Library doesn't slow down as it celebrates 100 years

Editorial

Wrangell’s public library is 100 years old this week and ready to turn the page for its next century.

The library’s history includes several chapters, starting with 802 books on the shelves on opening night Oct. 31, 1921, about equal to the 821 residents counted in the 1920 census. It must have been a long wait for popular books back then.

Members of the Wrangell Civic Club led the movement to open a library. The town was just 18 years old and ready for a library, which shared the building at the site where the senior center is now located.

The books moved into new quarters a decade later, sharing space in the former school building that was located where the library gazebo is today. Then, after 40 years in the same place, the library moved one last time to its current quarters, which were built after the city borrowed $157,000 in 1974 to help pay for construction.

In 1980, it was renamed the Irene Ingle Public Library in honor of the town’s librarian, who had retired after 33 years. About a decade later, the building was expanded and renovated, and that brings readers to the latest chapter.
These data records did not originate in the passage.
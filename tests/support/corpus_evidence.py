"""Bad logs: groups, torsion and saturation, integrals, closed places."""

from __future__ import annotations

import itertools
from collections.abc import Sequence

from sieve.exact.abelian import quotient_by
from sieve.proof.checker import Proof, decode
from tests.support.corpus_edits import (
    Edit,
    Log,
    Traps,
    _known_point_eliminated,
    _vectors,
    add,
    drop,
    put,
    twice,
    whole,
    without,
)


def _double_group(log: Log) -> int:
    """A cyclic group J(F_v) is claimed to be twice as large, all logarithms doubled."""
    i = log.find("local")
    r = log.records[i]
    r["invariants"] = [2 * d for d in r["invariants"]]
    r["unit"] = [2 * a for a in r["unit"]]
    r["base"] = [[p, [2 * a for a in log_]] for p, log_ in r["base"]]
    return i


def _quotient_group(log: Log) -> int:
    """A cyclic group J(F_v) is replaced by its quotient of order 7."""
    i = log.find("local", prime=7)
    r = log.records[i]
    assert r["invariants"][0] % 7 == 0
    r["invariants"], r["unit"] = [7], [r["unit"][0] % 7]
    r["base"] = [[p, [a[0] % 7]] for p, a in r["base"]]
    return i


def _reducible(log: Log) -> int:
    i = log.find("branch")
    first, second = log.records[i]["factors"]
    out = [0] * (len(first) + len(second) - 1)
    for a, c in enumerate(first):
        for b, d in enumerate(second):
            out[a + b] += c * d
    log.records[i]["factors"] = [out]
    return i


def _shift_multiplicity(log: Log) -> int:
    """A double zero takes the place of two simple ones."""
    i = log.find("local", prime=113)
    zeros = log.records[i]["define"][0][1]
    simple = [z for z in zeros if zeros.count(z) == 1]
    zeros[zeros.index(simple[1])] = simple[0]
    return i


def _other_zero(log: Log) -> int:
    i = log.find("local", prime=113)
    define = log.records[i]["define"]
    define[0][1] = define[1][1]
    return i


def _two_by_two(log: Log) -> int:
    i = log.find("torsion")
    local = log.records[log.find("local", prime=2)]
    dimension = sum(d % 2 == 0 for d in local["invariants"])
    log.records.insert(i, {"kind": "torsion", "ell": 2, "dimension": dimension, "by": 2})
    return i


def _bound_of_dimension_one(log: Log) -> int:
    """5-torsion is bounded by a group that has some."""
    i = log.find("torsion", ell=5)
    log.records[i].update(by=113, dimension=2)
    return log.find("saturated", ell=5)


def _disc_left_out(log: Log) -> int:
    """The first fate whose candidate lies in the disc has no logarithm."""
    log.records[log.find("padic")]["discs"] = []
    return log.find("fate", verdict="eliminated")


def _few_digits(log: Log) -> int:
    """With one digit the integrals say nothing, and the first candidate survives."""
    record = log.records[log.find("padic")]
    record["digits"] = 1
    return log.find("fate", verdict="eliminated")
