def divide(a: Sequence[int], b: Sequence[int], modulus: int) -> tuple[Row, Row]:
    """Quotient and remainder by b, whose leading coefficient is a unit (over Z, modulus 0: is 1)."""
    rest, inverse = list(a), pow(b[-1], -1, modulus) if modulus else 1
    quotient = [0] * max(0, len(a) - len(b) + 1)
    for i in reversed(range(len(quotient))):
        lead = rest[i + len(b) - 1] * inverse
        quotient[i] = lead % modulus if modulus else lead
        for j, c in enumerate(b):
            rest[i + j] -= quotient[i] * c
    return quotient, trim(rest[: len(b) - 1], modulus)


def common(a: Row, b: Row, v: int) -> Row:
    """A greatest common divisor over F_v."""
    while b:
        a, b = b, divide(a, b, v)[1]
    return a


def squarefree(a: Row, v: int) -> bool:
    """Is the polynomial over F_v, not 0, prime to its derivative?"""
    return len(common(a, trim([i * c for i, c in enumerate(a)][1:], v), v)) == 1


def factor_degrees(a: Row, v: int) -> Row:
    """The degrees of the irreducible factors of a squarefree polynomial over F_v."""
    degrees, step, power = [], 0, [0, 1]
    while len(a) - 1 >= 2 * (step + 1):
        step += 1
        base, result, exponent = divide(power, a, v)[1], [1], v
        while exponent:
            if exponent % 2:
                result = divide(times(result, base), a, v)[1]
            base, exponent = divide(times(base, base), a, v)[1], exponent // 2
        power = result
        found = common(a, trim(plus(power, [0, 1], -1), v), v)
        degrees += [step] * ((len(found) - 1) // step)
        a = divide(a, found, v)[0]
    return degrees + ([len(a) - 1] if len(a) > 1 else [])


# ---- linear algebra and lattices ---------------------------------------------------------------------


def independent(rows: Iterable[Row], v: int, enough: int) -> Row:
    """The numbers of rows that are independent over F_v of those before them; stops when there are enough."""
    basis: list[tuple[int, Row]] = []
    chosen: Row = []
    for number, row in enumerate(rows):
        if len(chosen) == enough:
            break
        row = [c % v for c in row]
        for place, known in basis:
            factor = row[place]
            if factor:
                row = [(x - factor * y) % v for x, y in zip(row, known)]
        first = next((i for i, c in enumerate(row) if c), None)
        if first is not None:
            inverse = pow(row[first], -1, v)
            basis.append((first, [c * inverse % v for c in row]))
            chosen.append(number)
    return chosen


def insert(basis: list[Row], row: Row, modulus: int = 0) -> Row:
    """Add a row to a lattice given by rows with positive pivots on the diagonal; returns what is left.

    The rest is zero in the columns that have a pivot.  With a modulus, a multiple of the exponent of the
    quotient, entries are kept small.
    """
    for j, pivot in enumerate(basis):
        a, b = pivot[j], row[j]
        if b == 0:
            continue
        if b % a == 0:
            quotient = b // a
            row = [x - quotient * y for x, y in zip(row, pivot)]
        else:
            divisor, s, t = bezout(a, b)
            basis[j] = [s * y + t * x for x, y in zip(row, pivot)]
            row = [a // divisor * x - b // divisor * y for x, y in zip(row, pivot)]
            if modulus:
                basis[j] = [x if i <= j else x % modulus for i, x in enumerate(basis[j])]
        if modulus:
            row = [x % modulus if i > j else x for i, x in enumerate(row)]
    return row
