def _slow_count(curve: checker.Curve, v: int, degree: int) -> int:
    """Points over F_v[t]/(q), q found by having no factor of degree <= degree / 2."""

    def elements(n: int) -> list[tuple[int, ...]]:
        out: list[tuple[int, ...]] = [()]
        for _ in range(n):
            out = [(*e, a) for e in out for a in range(v)]
        return out

    def reducible(q: tuple[int, ...]) -> bool:
        return any(
            checker.divide(q, [*d, 1], v)[1] == [] for k in range(1, degree // 2 + 1) for d in elements(k)
        )

    q = next([*low, 1] for low in elements(degree) if not reducible((*low, 1)))
    field, code = elements(degree), {e: n for n, e in enumerate(elements(degree))}

    def product(a: tuple[int, ...], b: tuple[int, ...]) -> tuple[int, ...]:
        rest = checker.divide(checker.times(a, b), q, v)[1]
        return tuple(rest + [0] * (degree - len(rest)))

    times = [[code[product(a, b)] for b in field] for a in field]
    plus = [[code[tuple((x + y) % v for x, y in zip(a, b, strict=True))] for b in field] for a in field]
    number = [code[(c % v, *[0] * (degree - 1))] for c in range(v)]

    def form(x: int, y: int, z: int) -> int:
        total = number[0]
        for c, i, k, j in curve.form:
            value = number[c % v]
            for base, exponent in ((x, i), (y, k), (z, j)):
                for _ in range(exponent):
                    value = times[value][base]
            total = plus[total][value]
        return total

    zero, one = number[0], number[1]
    points = [(x, y, one) for x in range(len(field)) for y in range(len(field))]
    points += [(one, s, zero) for s in range(len(field))] + [(zero, one, zero)]
    return sum(form(*point) == zero for point in points)


@pytest.mark.parametrize("case", quartic_cases(), ids=lambda case: case.id)
def test_points_and_orders_of_quartics(case: QuarticCase) -> None:
    """The numbers of points and the L-polynomials of the reference data."""
    raw = next(d for d in json.loads(DATA.read_text("utf-8")) if d["id"] == case.id)
    curve = checker.Curve([list(row) for row in case.curve.rows], 1, 3, checker.Work())
    for text, expected_count in raw["counts"].items():
        v = int(text)
        if not curve.smooth(v):
            continue
        points = checker.Reduction(curve, v).points
        assert len(points) == expected_count == len(set(points))
        assert all(checker.evaluate(curve.form, point, v) == 0 for point in points)
        if v < 8 and text in raw["Lpoly"]:
            tower = [len(points), *(checker.extension_points(curve, v, i) for i in (2, 3))]
            assert checker.jacobian_order(v, 3, tower) == sum(raw["Lpoly"][text])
From the original 802 books, the library now has thousands of books, DVDs and music CDs, plus free computers with public access, printing services available, free Wi-Fi, an online library catalog, interlibrary loans of books from other libraries across the state, and access to the Alaska Digital Library collection of digital and audiobooks.

The library also offers toddler story time, a summer reading program and special events throughout the year — such as birthday cake from 2 to 4 p.m. Thursday, Oct. 28.

All this, and the library is open just 24 hours a week: Noon to 7 p.m. Wednesdays and Thursdays, and noon to 5 p.m. Fridays and Saturdays.

Certainly, money is tight and COVID-19 has cut into public hours. But maybe, as a birthday present, the borough assembly could look at adding enough money back to the budget to restore some of the library’s lost hours for public use. It would be nice to start the next 100 years with a door that opens a little wider.